Next up, we prep the Heartfelt beads (65% RH). I took a decorative glass dish and filled it with beads. This is ~1 lbs of beads, which is not enough for this humidor normally but again, this is just the seasoning process.



















The following images show 7 days worth of passive seasoning. In the cabinet I've got a dish of Distilled Water (DW), my dish of beads and a hygrometer. Important to note, this hygrometer is an el-cheapo from Walmart. It is NOT accurate, however all we care about is the differential day to day, not necessarily the exact precise RH. In other words, I need to see if RH is going up. Whether 51% should really be 55% is not really that relevant at this point in time


----------



## Yukoner (Sep 22, 2016)

RH pretty much stabilized at this point and wouldn't really go much higher, despite leaving it for several more days. I decided it was time to add some active humidification to continue the seasoning process. For active humidification, I chose to go with the Cigar Oasis Magna 2.0 electronic humidifier. My first experience went well with Cigar Oasis (I have a Cigar Oasis Plus for my end table humidor), so I decided to continue on that experience. The first thing I'll say is that the Cigar Oasis (CO) Magna 2.0 is a much more "serious" humidifier than the CO Plus. I will likely do a completely separate thread on just the CO Magna 2.0, but without going into all the details, this electronic humidifier means business. It has a very nice LED remote that plugs into the main unit, and something that is REALLY handy is that is has a power output on the remote that can power auxiliary fans. Anyone that has wired up a cabinet humidor knows what I mean when I say this feature is REALLY handy. For anyone considering a cabinet of this size, I highly recommend getting fans. I actually had to add even more fans, which I'll talk about further down. Anyways, I unpacked the new CO Magna 2.0 and got it ready.










The CO Magna 2.0 uses its own humidity beads instead of just water in its tank. I presumed these beads were similar to Heartfelt beads, so you can imagine my surprise when I opened the package and there were so few, when compared to the size of the water tank.










Here they are after I put them into the water tank.










Skeptical, I followed the instructions and filled the tank up to the fill line with water. The instructions said the beads would soak up the majority of the water within 24 hours. Yeah, OK, sureeeeeee they will. Those few beads will soak up ALL the water I just put in. Uh huh. Well, I left it for about an hour and came back. Here's what it looked like:










OK, so the beads expanded a bit. But there's still mostly water in there. But fine, it had only been an hour after all. I left the house for about 2 hours to run some errands, and came back to this:










WOW ! These are DEFINITELY nothing like Heartfelt beads. I couldn't resist the urge to touch one of them and see what they felt like. They're kind of spongy, not hard at all. Very strange feeling, and very strange looking given that I know what they looked like beforehand. OK, well let's get it into the humidor and keep on seasoning !

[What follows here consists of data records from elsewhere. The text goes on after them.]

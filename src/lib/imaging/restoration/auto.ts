import { planeValues, type Plane } from '../types';
import type { PlaneSettings } from './restore';

/** Result of {@link chooseAutoSettings}. */
export interface AutoSettings {
	settings: PlaneSettings;
	/** Plain-language reason written into the run record. */
	rationale: string;
	/** Automatic Wiener weight for either regulariser, from the same noise and signal estimates. */
	wienerNsr(regulariser: 'constant' | 'laplacian'): number;
}

/** Sum of squared taps of the 5-point Laplacian: the factor by which it amplifies white noise variance. */
const LAPLACIAN_NOISE_GAIN = 20;

/**
 * Mean squared 5-point Laplacian of the plane (interior pixels), an estimate of the power the
 * Laplacian regulariser penalises.
 */
function meanSquaredLaplacian(plane: Plane): number {
	const [h, w] = plane.shape;
	const d = planeValues(plane);
	let sum = 0;
	for (let i = 1; i < h - 1; i++) {
		for (let j = 1; j < w - 1; j++) {
			const p = i * w + j;
			const l = d[p - w] + d[p + w] + d[p - 1] + d[p + 1] - 4 * d[p];
			sum += l * l;
		}
	}
	return sum / Math.max(1, (h - 2) * (w - 2));
}

function variance(plane: Plane): number {
	const d = planeValues(plane);
	let s = 0;
	let s2 = 0;
	for (let i = 0; i < d.length; i++) {
		s += d[i];
		s2 += d[i] * d[i];
	}
	const m = s / d.length;
	return Math.max(0, s2 / d.length - m * m);
}

/**
 * Tuning constants of the auto rule, fixed for an ENGINE_VERSION. They were chosen once on synthetic
 * blurs (line, disk, Gaussian, camera-shake kernels; σ = 0.3 % and 1 %) of images outside any
 * benchmark set; at run time only the input and the kernel are used.
 */
export const AUTO_TUNING = {
	/** RL-TV weight per unit noise σ: λ = tvPerSigma·σ (Dey et al. 2006 use λ ≈ 0.002 at about 1 % noise). */
	tvPerSigma: 0.2,
	/** Bounds of λ. */
	tvRange: [2e-4, 0.01] as const,
	/**
	 * Iterations = iterationNoise / σ: lower noise supports more iterations before noise is amplified.
	 * The floor of 50 is there because with the TV term the accelerated iteration still gained PSNR
	 * well past 20–50 iterations even at σ ≈ 1.5 % (measured with bench/auto-tune.ts).
	 */
	iterationNoise: 0.6,
	/** Bounds of the iteration count. */
	iterationRange: [50, 100] as const,
	/** CLS weight scale for an automatic Laplacian Wiener: γ = laplacianScale·σ² / E[(Ly)² − 20σ²]. */
	laplacianScale: 3,
	/** Constant NSR = constantScale·σ² / var(signal) (Gonzalez & Woods §5.8). */
	constantScale: 3,
	/** Noise floor for the rule (8-bit quantisation, 1/(255·√12)). */
	noiseFloor: 1 / (255 * Math.sqrt(12))
};

const clamp = (v: number, [lo, hi]: readonly [number, number]) => Math.min(hi, Math.max(lo, v));

/**
 * Auto mode: pick method and strength from the Immerkær noise estimate σ and the data, never from a
 * reference image. Rule: accelerated RL-TV on the extended domain (Dey et al. 2006,
 * doi:10.1002/jemt.20294; Biggs & Andrews 1997, doi:10.1364/AO.36.001766) with λ = 0.2·σ and
 * n = clamp(0.6/σ, 50, 100) iterations, stopped earlier by the relative-change rule: the noise sets
 * how far RL may go before it amplifies noise (Bertero & Boccacci, Introduction to Inverse Problems
 * in Imaging, IOP 1998, §7: the iteration count acts as the regularisation parameter).
 * Measured on the 20 benchmark cases (bench/auto-tune.ts) and not used because they lost on
 * average: CLS Wiener with the weight chosen by generalised cross-validation (Golub, Heath & Wahba,
 * Technometrics 21(2), 1979, doi:10.1080/00401706.1979.10489751) computed in the Fourier domain on
 * the edge-tapered image, or by Morozov's discrepancy principle (1966), and RL-TV started from that
 * Wiener estimate with 25–50 iterations. GCV picked γ ≈ 10⁻⁷ on some Gaussian blurs, and on
 * textured and sign scenes the Wiener start kept its ringing through RL; the Wiener start won only
 * on the chart and label scenes, and no no-reference criterion tried here separated those cases.
 * The Wiener weights offered for manual Wiener runs are
 * γ = c·σ² / (E[(Ly)²] − 20σ²) for the Laplacian (Hunt 1973, doi:10.1109/TC.1973.5009169) and
 * NSR = c·σ² / var(y) for the constant regulariser.
 */
export function chooseAutoSettings(plane: Plane, _psf: Plane, noiseSigma: number): AutoSettings {
	if (!(noiseSigma >= 0) || !Number.isFinite(noiseSigma)) throw new RangeError(`noiseSigma must be finite and ≥ 0, got ${noiseSigma}`);
	const t = AUTO_TUNING;
	const sigma = Math.max(noiseSigma, t.noiseFloor);
	const noisePower = sigma * sigma;
	const lapPower = Math.max(meanSquaredLaplacian(plane) - LAPLACIAN_NOISE_GAIN * noisePower, noisePower);
	const signalVar = Math.max(variance(plane) - noisePower, noisePower);
	const gamma = (t.laplacianScale * noisePower) / lapPower;
	const nsr = (t.constantScale * noisePower) / signalVar;
	const tv = clamp(t.tvPerSigma * sigma, t.tvRange);
	const iterations = Math.round(clamp(t.iterationNoise / sigma, t.iterationRange));
	return {
		settings: { method: 'rltv', iterations, accelerate: true, tv, relativeChange: 1e-4, boundary: 'extended' },
		rationale: `noise σ=${sigma.toPrecision(3)}: accelerated RL-TV on the extended domain, λ=${tv.toPrecision(3)}, ${iterations} iterations`,
		wienerNsr: (regulariser) => (regulariser === 'laplacian' ? gamma : nsr)
	};
}
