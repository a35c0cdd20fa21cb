import type { FftBackend } from '../fft/backend';
import { defaultFftBackend } from '../fft/default-backend';
import type { Plane } from '../types';
import { chooseBlockSize, convolve, kernelBlockSpectrum } from './block-convolution';

/**
 * 1-D taper weight β(d) at distance d from the nearest border of an axis of length n: the
 * normalised autocorrelation of the PSF projected on that axis, 1 at the border, 0 from the
 * kernel's extent inwards.
 */
function borderWeights(projection: Float64Array, n: number): Float64Array {
	const k = projection.length;
	const ac = new Float64Array(k);
	for (let lag = 0; lag < k; lag++) {
		let s = 0;
		for (let m = 0; m + lag < k; m++) s += projection[m] * projection[m + lag];
		ac[lag] = s;
	}
	const out = new Float64Array(n);
	for (let i = 0; i < n; i++) {
		const d = Math.min(i, n - 1 - i);
		out[i] = d < k ? ac[d] / ac[0] : 0;
	}
	return out;
}

/**
 * Edge taper: J = α·I + (1 − α)·(k ⊛ I), with k ⊛ I the circular blur and
 * α(y, x) = (1 − β_rows(y))·(1 − β_cols(x)), β the normalised autocorrelation of the PSF's
 * projection on each axis. Near the frame the image is replaced by its own circular blur, which is
 * continuous across the wrap-around, so FFT deconvolution does not ring from the frame edge.
 * @see S. J. Reeves, "Fast image restoration without boundary artifacts", IEEE Trans. Image
 *   Processing 14(10):1448–1453, 2005, doi:10.1109/TIP.2005.854474 (discussion of edge tapering);
 *   the weighting follows the widely used `edgetaper` construction (common practice, no source).
 */
export function edgeTaper(
	values: Float64Array | Float32Array,
	rows: number,
	cols: number,
	psf: Plane,
	backend: FftBackend = defaultFftBackend(),
	/** Receives the result; may be `values` itself (all blurs are computed before any write). @default a new array */
	output: Float64Array = new Float64Array(rows * cols)
): Float64Array {
	const [kh, kw] = psf.shape;
	if (values.length !== rows * cols || output.length !== rows * cols) throw new RangeError(`buffers hold ${values.length} and ${output.length} values, expected ${rows * cols}`);
	if (rows < kh || cols < kw) throw new RangeError(`image ${cols}×${rows} is smaller than the kernel ${kw}×${kh}`);
	const rowProjection = new Float64Array(kh);
	const colProjection = new Float64Array(kw);
	const kernel = new Float64Array(kh * kw);
	for (let a = 0; a < kh; a++) {
		for (let b = 0; b < kw; b++) {
			const v = psf.get(a, b);
			kernel[a * kw + b] = v;
			rowProjection[a] += v;
			colProjection[b] += v;
		}
	}
	const betaRows = borderWeights(rowProjection, rows);
	const betaCols = borderWeights(colProjection, cols);
	// α = 1 (output = input) except within one kernel extent of the frame, where β > 0: the circular
	// blur is only needed on that band, computed as four strips (top, bottom, and the two sides between).
	const top = Math.min(kh, rows);
	const bottom = Math.max(top, rows - kh);
	const left = Math.min(kw, cols);
	const right = Math.max(left, cols - kw);
	const strips: [number, number, number, number][] = [[0, top, 0, cols], [bottom, rows, 0, cols], [top, bottom, 0, left], [top, bottom, right, cols]];
	// Strips of the same block size share one kernel spectrum (computed by the same code either way).
	const spectra = new Map<number, Float64Array>();
	const blurs = strips.map(([r0, r1, c0, c1]) => {
		const out = new Float32Array(Math.max(0, r1 - r0) * Math.max(0, c1 - c0));
		if (out.length === 0) return out;
		const job = {
			src: values, srcRows: rows, srcCols: cols, out, outRows: r1 - r0, outCols: c1 - c0,
			rowOffset: r0 - ((kh - 1) >> 1), colOffset: c0 - ((kw - 1) >> 1), kernel, kernelRows: kh, kernelCols: kw,
			outside: 'wrap' as const, blockSize: chooseBlockSize(kh, kw, r1 - r0, c1 - c0)
		};
		let spectrum = spectra.get(job.blockSize);
		if (!spectrum) spectra.set(job.blockSize, (spectrum = kernelBlockSpectrum(job, backend)));
		convolve(job, backend, spectrum);
		return out;
	});
	if (output !== values) output.set(values);
	strips.forEach(([r0, r1, c0, c1], s) => {
		const blurred = blurs[s];
		for (let i = r0; i < r1; i++) {
			const ar = 1 - betaRows[i];
			for (let j = c0, q = (i - r0) * (c1 - c0); j < c1; j++, q++) {
				const alpha = ar * (1 - betaCols[j]);
				const p = i * cols + j;
				output[p] = alpha * values[p] + (1 - alpha) * blurred[q];
			}
		}
	});
	return output;
}
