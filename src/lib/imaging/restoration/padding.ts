/**
 * Symmetric (half-sample) reflection of index i into [0, n): … c b a | a b c … | … c b a, repeated
 * for pads wider than the image, so the extension is continuous at the frame edge.
 */
export function reflectIndex(i: number, n: number): number {
	const period = 2 * n;
	const m = ((i % period) + period) % period;
	return m < n ? m : period - 1 - m;
}

/**
 * Place an h×w image at (top, left) inside a rows×cols array and fill the rest by symmetric
 * reflection of the image (common practice, no source; "symmetric" mode of numpy.pad).
 * @throws RangeError when the image does not fit.
 */
export function mirrorPad(
	src: ArrayLike<number>,
	h: number,
	w: number,
	rows: number,
	cols: number,
	top: number,
	left: number,
	/** Receives the padded array (every element is written). @default a new array */
	out: Float64Array = new Float64Array(rows * cols)
): Float64Array {
	if (top < 0 || left < 0 || top + h > rows || left + w > cols) {
		throw new RangeError(`image ${w}×${h} at (${left}, ${top}) does not fit in ${cols}×${rows}`);
	}
	if (out.length !== rows * cols) throw new RangeError(`output holds ${out.length} values, expected ${rows * cols}`);
	const colIndex = new Int32Array(cols);
	for (let j = 0; j < cols; j++) colIndex[j] = reflectIndex(j - left, w);
	for (let i = 0; i < rows; i++) {
		const base = reflectIndex(i - top, h) * w;
		const o = i * cols;
		for (let j = 0; j < cols; j++) out[o + j] = src[base + colIndex[j]];
	}
	return out;
}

Here we are with the CO Magna 2.0's remote installed, all the wiring routed, auxiliary fans mounted, and another 1 lbs of Heartfelt beads put into another glass dish:




























All closed up and running, it only took just over a day to get a steady, stable 72% RH. I eventually brought this up to 77% RH and then let it go down from there.










Here I ran into a problem. While I was keeping a solid, steady 72% RH at the half-way height of the cabinet, the bottom shelf under the drawers wasn't fairing so well:










Through discussion on another thread I started right here on Puff, a BOTL came to the rescue and told me that I needed fans to push humidity vertically up. Simply put, I didn't have enough airflow within the cabinet, so humidity was not being distributed evenly. I first tried a variable speed fan from AC Infinity. Again, I'll do another thread reviewing AC Infinity fans, but short version is that they are AWESOME. The build quality is extremely high, and they are made of either high grade heavy duty plastic or aluminum. It's been a long time since I've seen an aluminum cased computer fan, so that really surprised me. Yes, AC Infinity fans do cost more, but as with everything, you get what you pay for.










While this is a really great fan and my personal favourite due to its aluminum construction, it puts out much more CFM of air than I needed. And if I put it on the very lowest setting, it seemed to have trouble with that, going extremely slow and then speeding up and then slowing down again. I presume that the very lowest setting isn't providing enough electrical current to have the fan spin at a stable RPM. Anyways, I chose to try out a different model of fan from AC Infinity, this one being made of heavy duty plastic. This one has three speed settings, LO, MED, HI. Even on high, the CFM of air is not as high as the previous fan. And it was actually a lot quieter as well, which is important based on where my humidor physically lives. This fan came as a set, so I have two of them in the cabinet, one right below the other. I also decided to add a timer to the fans so they don't run 24/7, but complete an on / off cycle. I have them running for 30min at a time, with a 90min break in-between.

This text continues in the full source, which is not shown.